Abstract: This tutorial provides an in-depth overview of explainability and causal machine learning within medical imaging, covering advancements in deep learning for image analysis and reconstruction, saliency-based interpretability, and uncertainty quantification. Key topics include deep learning applications for medical image analysis and reconstruction, emphasizing the need for explainable AI (XAI) in deploying these methods for clinical use. We explore saliency maps, uncertainty quantification, and physics-informed deep learning approaches to enhance model interpretability in diverse imaging modalities, such as MRI, XCT, PET, and ultrasound. Mechanistic interpretability and domain-agnostic feature identification are highlighted to improve predictive accuracy across datasets and distinguish normal from pathological aging. The session also addresses causal machine learning, focusing on generating counterfactual predictions to understand biases in imaging data. Practical examples will illustrate challenges and solutions in achieving explainable, robust medical image reconstruction, ultimately aimed at better clinical adoption and diagnostic precision.
Abstract: Generative AI shows great promise in revolutionizing the study and treatment of neurodegenerative diseases like Alzheimer's, Parkinson's, and Huntington's.
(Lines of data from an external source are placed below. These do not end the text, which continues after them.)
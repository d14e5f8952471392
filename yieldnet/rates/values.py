"""Values of a run that carry their errors, and what is told on the way to its rates.

What was written once is one source of error, wherever it is used: a reading that stands in several
rows, the factor of a calibration, the concentration of a feed. Readings are the same source when
they are one object, or when they were written at the same place.

References
----------
Propagation is linear, by the package ``uncertainties``, which follows each source through all sums
and products.
"""

from __future__ import annotations

from dataclasses import dataclass, field
from typing import TYPE_CHECKING, Any

from yieldnet.foundation.findings import Findings
from yieldnet.foundation.sourced import Assumption
from yieldnet.model.cultivation import Reading
from yieldnet.model.network import BIOMASS, Direction

if TYPE_CHECKING:
    from collections.abc import Sequence
    from fractions import Fraction

    import numpy as np
    from numpy.typing import NDArray

    from yieldnet.foundation.findings import SourceSpan
    from yieldnet.foundation.sourced import SourcedValue
    from yieldnet.model.cultivation import Additions, Cultivation, Series

__all__ = [
    "Listed",
    "Notes",
    "PerhapsQuantity",
    "Quantity",
    "Values",
    "covariance",
    "deviation",
    "listed",
    "nominal",
    "own_side",
    "place_of",
    "row_count",
]

Quantity = Any
"""A float, or a number of the package ``uncertainties`` that carries its errors."""

PerhapsQuantity = Any
"""A quantity, or ``None`` where nothing was measured."""


def nominal(quantity: Quantity) -> float:
    """Value without its errors."""
    import uncertainties  # type: ignore[import-untyped]

    return float(uncertainties.nominal_value(quantity))


def deviation(quantity: Quantity) -> float:
    """Standard deviation; 0 for a float."""
    import uncertainties

    return float(uncertainties.std_dev(quantity))


def covariance(quantities: Sequence[Quantity]) -> NDArray[np.float64]:
    """Covariance matrix of quantities, some of which may be floats.

    Parameters
    ----------
    quantities : sequence of float or value with errors
        In any units.

    Returns
    -------
    ndarray
        Square, in the order given, in products of the units.
    """
    import numpy as np

    columns: dict[object, int] = {}
    entries: list[tuple[int, int, float]] = []
    for row, quantity in enumerate(quantities):
        for source, slope in getattr(quantity, "derivatives", {}).items():
            column = columns.setdefault(source, len(columns))
            entries.append((row, column, slope * source.std_dev))
    shares = np.zeros((len(quantities), len(columns)))
    for row, column, share in entries:
        shares[row, column] = share
    found: NDArray[np.float64] = shares @ shares.T
    return found


@dataclass(frozen=True, slots=True, kw_only=True)
class Listed:
    """A compound of the equation for which the run has data.

    Parameters
    ----------
    name : str
        Compound.
    sign : int
        What turns given off into its own side: -1 for consumed, else 1 [-].
    side : Direction
        Its declared side; the basis is consumed.
    broth : Series or None
        Its concentrations in the broth.
    in_gas : bool
        Whether it is measured in the gas that leaves.
    """

    name: str
    sign: int
    side: Direction
    broth: Series | None
    in_gas: bool

    @property
    def only_added(self) -> bool:
        """Whether nothing but what was added of it is known."""
        return self.broth is None and not self.in_gas


def listed(run: Cultivation) -> tuple[Listed, ...]:
    """Compounds with data: the basis first, then in the order of the run."""
    broth = {series.compound: series for series in run.broth}
    gas = {series.compound for series in run.gas.outlet} if run.gas else set()
    added = {name for item in run.additions for name in _contents(item)}
    sides = {run.basis.name: Direction.CONSUMED}
    sides |= {item.name: item.side for item in run.coefficients}
    return tuple(
        Listed(
            name=name,
            sign=-1 if side is Direction.CONSUMED else 1,
            side=side,
            broth=broth.get(name),
            in_gas=name in gas,
        )
        for name, side in sides.items()
        if name in broth or name in gas or (name in added and name != BIOMASS)
    )


def own_side(items: Sequence[Listed]) -> NDArray[np.float64]:
    """Signs that turn given off into the own side of each compound [-]."""
    import numpy as np

    return np.array([item.sign for item in items], float)


def _contents(item: Additions) -> tuple[str, ...]:
    return (
        *(name for name, _ in item.contents),
        *(series.compound for series in item.contents_by_row),
    )


def place_of(run: Cultivation, row: int) -> SourceSpan | None:
    """Where a row begins; the top of the file where the run does not say."""
    return run.rows[row] if row < len(run.rows) else run.span


def row_count(run: Cultivation) -> int:
    """Rows of the sheet [-]."""
    return max(len(run.times), len(run.states))


class Values:
    """Values of a run that carry their errors, one source for what was written once.

    Parameters
    ----------
    run : Cultivation
        The run, which must outlive this object.
    """

    def __init__(self, run: Cultivation) -> None:
        self.run = run
        self._known: dict[object, Quantity] = {}
        self._broth = {series.compound: series for series in run.broth}

    @staticmethod
    def key(reading: Reading) -> object:
        """What tells one source of error from another."""
        if reading.span is None:
            return id(reading)
        return reading.span, reading.value, reading.sd

    def of(self, reading: Reading) -> Quantity:
        """Value of a reading; a float where it is exact."""
        if not reading.sd:
            return reading.value
        key = self.key(reading)
        if key not in self._known:
            import uncertainties

            self._known[key] = uncertainties.ufloat(reading.value, reading.sd)
        return self._known[key]

    def cell(self, series: Series | None, row: int) -> PerhapsQuantity:
        """Value of a column at a row; ``None`` where nothing was measured."""
        reading = series.readings[row] if series else None
        return None if reading is None else self.of(reading)

    def broth(self, name: str, row: int) -> PerhapsQuantity:
        """Concentration in the broth, biomass as dry weight [mol/L], [g/L]."""
        found = self.cell(self._broth.get(name), row)
        if found is None or name != BIOMASS or self.run.calibration is None:
            return found
        return found * self.of(self.run.calibration.factor)

    def content(self, item: Additions, name: str, row: int) -> Quantity:
        """Concentration in what is added; 0 where the run lists none [mol/L], [g/L]."""
        for series in item.contents_by_row:
            if series.compound == name:
                found = self.cell(series, row)
                return 0.0 if found is None else found
        for compound, reading in item.contents:
            if compound == name:
                return self.of(reading)
        return 0.0

    def volume_at(self, row: int) -> PerhapsQuantity:
        """Broth volume as written for a row, or the constant one [L]."""
        if isinstance(self.run.volume, Reading):
            return self.of(self.run.volume)
        return self.cell(self.run.volume, row)


@dataclass(slots=True)
class Notes:
    """Findings and assumptions in the making.

    Parameters
    ----------
    findings : Findings
        What was found so far.
    assumptions : list of Assumption
        What was taken for granted so far, each once.
    """

    findings: Findings = field(default_factory=Findings)
    assumptions: list[Assumption] = field(default_factory=list)

    def assume(
        self, text: str, value: Fraction | None = None, unit: str = "", source: str = ""
    ) -> None:
        """Add an assumption unless it is there already."""
        found = Assumption(text=text, value=value, unit=unit, source=source)
        if found not in self.assumptions:
            self.assumptions.append(found)

    def assume_constant(self, text: str, constant: SourcedValue) -> None:
        """Add a constant that was used, with its source."""
        self.assume(text, constant.value, constant.unit, constant.source)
These diseases, characterized by progressive neuronal decline, require early detection and personalized treatment strategies—both of which are often hampered by limited datasets and high-quality imaging. Generative AI models, including GANs and VAEs, address this gap by creating synthetic brain scans and medical data that augment existing datasets, allowing AI to detect early, subtle signs of neurodegeneration. Additionally, these models simulate disease progression, aiding in predicting patient-specific outcomes and enhancing treatment personalization. In drug discovery, generative AI can simulate molecular structures and predict drug interactions, accelerating the development of individualized therapies. This tutorial offers two sessions, led by expert instructors, to equip learners with practical skills in applying generative AI within healthcare.
Abstract: This tutorial will provide an in-depth exploration of Foundation Models (FMs), which have become a cornerstone of modern AI research and applications. Participants will be introduced to the fundamental concepts of FMs, the processes involved in training these models, and how they can be quickly adapted to the end-use applications. The tutorial is structured into two focused lectures, each designed to build on the previous one, ensuring a comprehensive understanding for all participants.